[[ INFORMATION GIVEN open ]]
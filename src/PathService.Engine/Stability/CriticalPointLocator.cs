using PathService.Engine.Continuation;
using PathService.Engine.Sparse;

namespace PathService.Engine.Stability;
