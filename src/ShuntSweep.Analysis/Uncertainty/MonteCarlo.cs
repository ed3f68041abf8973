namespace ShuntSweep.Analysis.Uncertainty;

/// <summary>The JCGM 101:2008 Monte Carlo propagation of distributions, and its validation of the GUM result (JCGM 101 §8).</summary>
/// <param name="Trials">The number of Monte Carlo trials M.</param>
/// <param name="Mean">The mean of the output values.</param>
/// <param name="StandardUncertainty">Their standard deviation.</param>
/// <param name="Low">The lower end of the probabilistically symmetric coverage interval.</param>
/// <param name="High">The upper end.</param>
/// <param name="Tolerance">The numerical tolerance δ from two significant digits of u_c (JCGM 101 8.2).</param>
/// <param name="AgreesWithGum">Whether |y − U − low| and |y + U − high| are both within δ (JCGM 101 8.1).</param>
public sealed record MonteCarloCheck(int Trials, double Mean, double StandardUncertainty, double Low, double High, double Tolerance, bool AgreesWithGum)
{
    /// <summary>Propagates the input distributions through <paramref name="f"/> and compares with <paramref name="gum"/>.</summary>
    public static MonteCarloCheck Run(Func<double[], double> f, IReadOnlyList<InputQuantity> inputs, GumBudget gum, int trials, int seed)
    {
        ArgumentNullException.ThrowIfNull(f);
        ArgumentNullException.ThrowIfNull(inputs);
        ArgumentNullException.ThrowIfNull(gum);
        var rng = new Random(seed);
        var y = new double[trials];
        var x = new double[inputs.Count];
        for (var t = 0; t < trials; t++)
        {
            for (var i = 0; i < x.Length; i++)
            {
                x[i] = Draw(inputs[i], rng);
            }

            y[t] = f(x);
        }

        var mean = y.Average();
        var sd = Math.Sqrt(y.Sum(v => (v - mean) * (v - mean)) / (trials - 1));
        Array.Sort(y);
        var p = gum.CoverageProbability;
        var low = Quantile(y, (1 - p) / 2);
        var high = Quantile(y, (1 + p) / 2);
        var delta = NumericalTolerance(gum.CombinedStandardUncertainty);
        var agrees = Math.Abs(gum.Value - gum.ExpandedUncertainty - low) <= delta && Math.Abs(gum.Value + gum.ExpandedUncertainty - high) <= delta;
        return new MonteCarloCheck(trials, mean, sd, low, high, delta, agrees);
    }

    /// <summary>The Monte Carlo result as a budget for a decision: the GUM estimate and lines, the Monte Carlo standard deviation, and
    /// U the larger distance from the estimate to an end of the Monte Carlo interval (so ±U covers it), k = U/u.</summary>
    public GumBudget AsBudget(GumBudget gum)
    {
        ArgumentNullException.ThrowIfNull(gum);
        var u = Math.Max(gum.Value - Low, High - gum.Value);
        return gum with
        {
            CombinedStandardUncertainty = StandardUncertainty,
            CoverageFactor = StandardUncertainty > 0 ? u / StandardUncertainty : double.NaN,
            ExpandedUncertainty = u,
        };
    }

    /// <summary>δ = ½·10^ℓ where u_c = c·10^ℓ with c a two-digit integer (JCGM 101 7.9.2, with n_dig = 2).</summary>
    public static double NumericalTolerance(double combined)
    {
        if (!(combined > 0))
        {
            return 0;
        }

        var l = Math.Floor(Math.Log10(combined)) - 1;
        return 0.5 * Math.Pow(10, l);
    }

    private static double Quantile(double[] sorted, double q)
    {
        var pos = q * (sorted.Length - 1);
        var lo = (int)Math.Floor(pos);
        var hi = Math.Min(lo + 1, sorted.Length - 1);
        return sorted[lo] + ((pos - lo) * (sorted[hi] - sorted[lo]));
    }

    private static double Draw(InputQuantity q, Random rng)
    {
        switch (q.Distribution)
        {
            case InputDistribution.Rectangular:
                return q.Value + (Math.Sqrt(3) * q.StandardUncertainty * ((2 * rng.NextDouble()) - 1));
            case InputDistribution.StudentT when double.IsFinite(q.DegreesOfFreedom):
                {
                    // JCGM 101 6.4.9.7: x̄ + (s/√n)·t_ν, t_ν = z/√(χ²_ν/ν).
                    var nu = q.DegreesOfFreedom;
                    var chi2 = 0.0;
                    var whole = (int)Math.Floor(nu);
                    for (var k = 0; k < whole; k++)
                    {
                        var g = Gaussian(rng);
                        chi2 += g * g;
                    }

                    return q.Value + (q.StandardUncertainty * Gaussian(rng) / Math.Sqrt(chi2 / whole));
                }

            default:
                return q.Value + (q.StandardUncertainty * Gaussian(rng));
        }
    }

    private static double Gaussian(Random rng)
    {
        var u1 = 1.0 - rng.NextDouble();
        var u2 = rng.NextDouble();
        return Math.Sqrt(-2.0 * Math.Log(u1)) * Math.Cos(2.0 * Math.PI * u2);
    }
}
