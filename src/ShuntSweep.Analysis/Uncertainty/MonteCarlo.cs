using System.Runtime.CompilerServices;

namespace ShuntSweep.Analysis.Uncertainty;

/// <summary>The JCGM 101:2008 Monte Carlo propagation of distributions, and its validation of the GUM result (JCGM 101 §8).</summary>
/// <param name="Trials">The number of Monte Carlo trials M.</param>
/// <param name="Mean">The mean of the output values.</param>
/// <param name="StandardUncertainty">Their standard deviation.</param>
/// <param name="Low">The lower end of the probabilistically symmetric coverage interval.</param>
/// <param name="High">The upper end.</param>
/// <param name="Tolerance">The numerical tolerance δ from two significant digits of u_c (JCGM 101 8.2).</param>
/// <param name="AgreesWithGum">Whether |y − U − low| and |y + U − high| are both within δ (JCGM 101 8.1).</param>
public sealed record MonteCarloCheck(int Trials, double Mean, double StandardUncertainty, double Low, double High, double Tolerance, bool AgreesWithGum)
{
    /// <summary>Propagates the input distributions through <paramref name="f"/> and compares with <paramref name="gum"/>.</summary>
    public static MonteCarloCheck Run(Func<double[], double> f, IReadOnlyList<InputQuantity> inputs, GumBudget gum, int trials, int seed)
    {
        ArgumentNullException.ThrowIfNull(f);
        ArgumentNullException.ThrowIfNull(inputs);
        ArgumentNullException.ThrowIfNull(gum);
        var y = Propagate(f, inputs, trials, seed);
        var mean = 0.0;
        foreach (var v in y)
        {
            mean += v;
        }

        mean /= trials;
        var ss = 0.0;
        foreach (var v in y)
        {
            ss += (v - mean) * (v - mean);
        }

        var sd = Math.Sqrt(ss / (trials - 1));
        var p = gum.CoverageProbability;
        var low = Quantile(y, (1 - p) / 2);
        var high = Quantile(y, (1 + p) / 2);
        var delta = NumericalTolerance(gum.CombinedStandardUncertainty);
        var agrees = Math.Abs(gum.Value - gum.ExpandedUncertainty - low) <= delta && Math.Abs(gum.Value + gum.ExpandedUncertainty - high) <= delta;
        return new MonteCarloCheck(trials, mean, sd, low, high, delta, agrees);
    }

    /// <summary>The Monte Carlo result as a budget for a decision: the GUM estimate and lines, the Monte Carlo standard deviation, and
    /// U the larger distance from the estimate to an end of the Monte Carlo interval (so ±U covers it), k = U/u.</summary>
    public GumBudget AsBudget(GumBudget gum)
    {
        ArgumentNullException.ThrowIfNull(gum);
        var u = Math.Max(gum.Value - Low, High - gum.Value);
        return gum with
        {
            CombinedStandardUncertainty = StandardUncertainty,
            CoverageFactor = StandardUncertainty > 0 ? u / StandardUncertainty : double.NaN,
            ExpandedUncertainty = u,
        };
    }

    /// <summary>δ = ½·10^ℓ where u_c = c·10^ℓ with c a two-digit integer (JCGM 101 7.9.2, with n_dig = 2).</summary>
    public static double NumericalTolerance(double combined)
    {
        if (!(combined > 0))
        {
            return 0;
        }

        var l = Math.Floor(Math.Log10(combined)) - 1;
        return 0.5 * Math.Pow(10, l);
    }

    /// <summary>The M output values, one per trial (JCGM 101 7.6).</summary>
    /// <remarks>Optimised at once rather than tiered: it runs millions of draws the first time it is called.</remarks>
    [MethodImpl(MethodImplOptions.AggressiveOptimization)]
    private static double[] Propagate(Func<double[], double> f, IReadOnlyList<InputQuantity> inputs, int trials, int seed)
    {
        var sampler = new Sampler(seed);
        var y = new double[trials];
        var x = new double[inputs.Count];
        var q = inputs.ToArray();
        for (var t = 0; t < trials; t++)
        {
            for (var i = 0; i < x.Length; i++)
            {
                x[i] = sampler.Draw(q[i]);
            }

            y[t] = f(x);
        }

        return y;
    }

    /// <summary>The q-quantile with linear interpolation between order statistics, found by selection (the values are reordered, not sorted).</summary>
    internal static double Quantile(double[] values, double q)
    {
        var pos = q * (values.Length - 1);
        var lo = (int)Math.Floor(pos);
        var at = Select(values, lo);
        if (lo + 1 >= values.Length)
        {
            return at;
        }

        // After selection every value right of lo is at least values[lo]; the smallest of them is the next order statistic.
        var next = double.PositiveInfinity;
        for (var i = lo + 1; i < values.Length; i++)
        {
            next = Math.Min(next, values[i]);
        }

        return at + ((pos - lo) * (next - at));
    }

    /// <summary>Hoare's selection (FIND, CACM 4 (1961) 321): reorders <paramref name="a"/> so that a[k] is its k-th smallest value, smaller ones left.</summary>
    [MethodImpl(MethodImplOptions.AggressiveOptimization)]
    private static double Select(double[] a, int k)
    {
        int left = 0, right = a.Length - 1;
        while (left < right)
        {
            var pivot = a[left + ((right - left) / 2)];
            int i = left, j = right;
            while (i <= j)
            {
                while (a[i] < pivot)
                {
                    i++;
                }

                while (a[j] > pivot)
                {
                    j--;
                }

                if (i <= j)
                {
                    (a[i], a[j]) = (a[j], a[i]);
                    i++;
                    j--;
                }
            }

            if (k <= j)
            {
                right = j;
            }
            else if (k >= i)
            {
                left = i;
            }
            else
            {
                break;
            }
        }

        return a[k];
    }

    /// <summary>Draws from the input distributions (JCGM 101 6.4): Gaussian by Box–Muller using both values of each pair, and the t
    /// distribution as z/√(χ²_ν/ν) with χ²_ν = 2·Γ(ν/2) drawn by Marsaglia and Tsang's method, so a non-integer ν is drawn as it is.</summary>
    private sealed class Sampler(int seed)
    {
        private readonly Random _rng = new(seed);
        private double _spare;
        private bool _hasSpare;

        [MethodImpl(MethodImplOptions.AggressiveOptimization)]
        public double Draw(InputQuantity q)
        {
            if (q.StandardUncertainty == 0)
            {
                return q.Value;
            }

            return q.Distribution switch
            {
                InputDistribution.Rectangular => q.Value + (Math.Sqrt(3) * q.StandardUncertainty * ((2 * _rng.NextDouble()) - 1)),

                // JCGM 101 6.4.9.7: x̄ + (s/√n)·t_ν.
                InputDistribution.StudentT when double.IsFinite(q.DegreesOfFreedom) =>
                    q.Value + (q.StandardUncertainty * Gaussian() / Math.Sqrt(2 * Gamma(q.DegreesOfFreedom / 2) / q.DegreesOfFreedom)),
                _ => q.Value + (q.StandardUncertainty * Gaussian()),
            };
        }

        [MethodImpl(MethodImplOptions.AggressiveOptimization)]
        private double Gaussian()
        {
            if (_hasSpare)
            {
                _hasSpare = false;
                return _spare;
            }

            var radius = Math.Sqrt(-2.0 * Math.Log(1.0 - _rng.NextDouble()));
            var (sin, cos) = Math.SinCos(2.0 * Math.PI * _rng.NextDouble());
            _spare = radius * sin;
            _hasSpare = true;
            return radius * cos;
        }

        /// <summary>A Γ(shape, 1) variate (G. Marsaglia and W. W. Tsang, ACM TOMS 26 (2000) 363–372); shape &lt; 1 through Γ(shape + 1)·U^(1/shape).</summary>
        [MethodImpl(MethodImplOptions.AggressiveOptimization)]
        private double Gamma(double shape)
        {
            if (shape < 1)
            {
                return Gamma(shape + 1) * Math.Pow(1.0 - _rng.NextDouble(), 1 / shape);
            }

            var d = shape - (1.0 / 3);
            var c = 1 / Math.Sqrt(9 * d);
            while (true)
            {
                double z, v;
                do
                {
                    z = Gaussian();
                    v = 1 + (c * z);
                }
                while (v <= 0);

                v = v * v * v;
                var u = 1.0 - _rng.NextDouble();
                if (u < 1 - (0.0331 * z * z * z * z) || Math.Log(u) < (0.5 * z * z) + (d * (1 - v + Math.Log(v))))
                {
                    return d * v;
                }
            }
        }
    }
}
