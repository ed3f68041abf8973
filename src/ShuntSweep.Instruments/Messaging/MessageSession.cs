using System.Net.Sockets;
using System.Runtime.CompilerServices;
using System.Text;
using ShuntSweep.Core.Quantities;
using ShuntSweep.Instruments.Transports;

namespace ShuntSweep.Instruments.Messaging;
[[ INFORMATION GIVEN closed ]]
**YOUR OBJECTIVE**
Tell how many lines of the entries above include "Messaging". The answer should be the number and nothing more.

**ANSWER BELOW**
2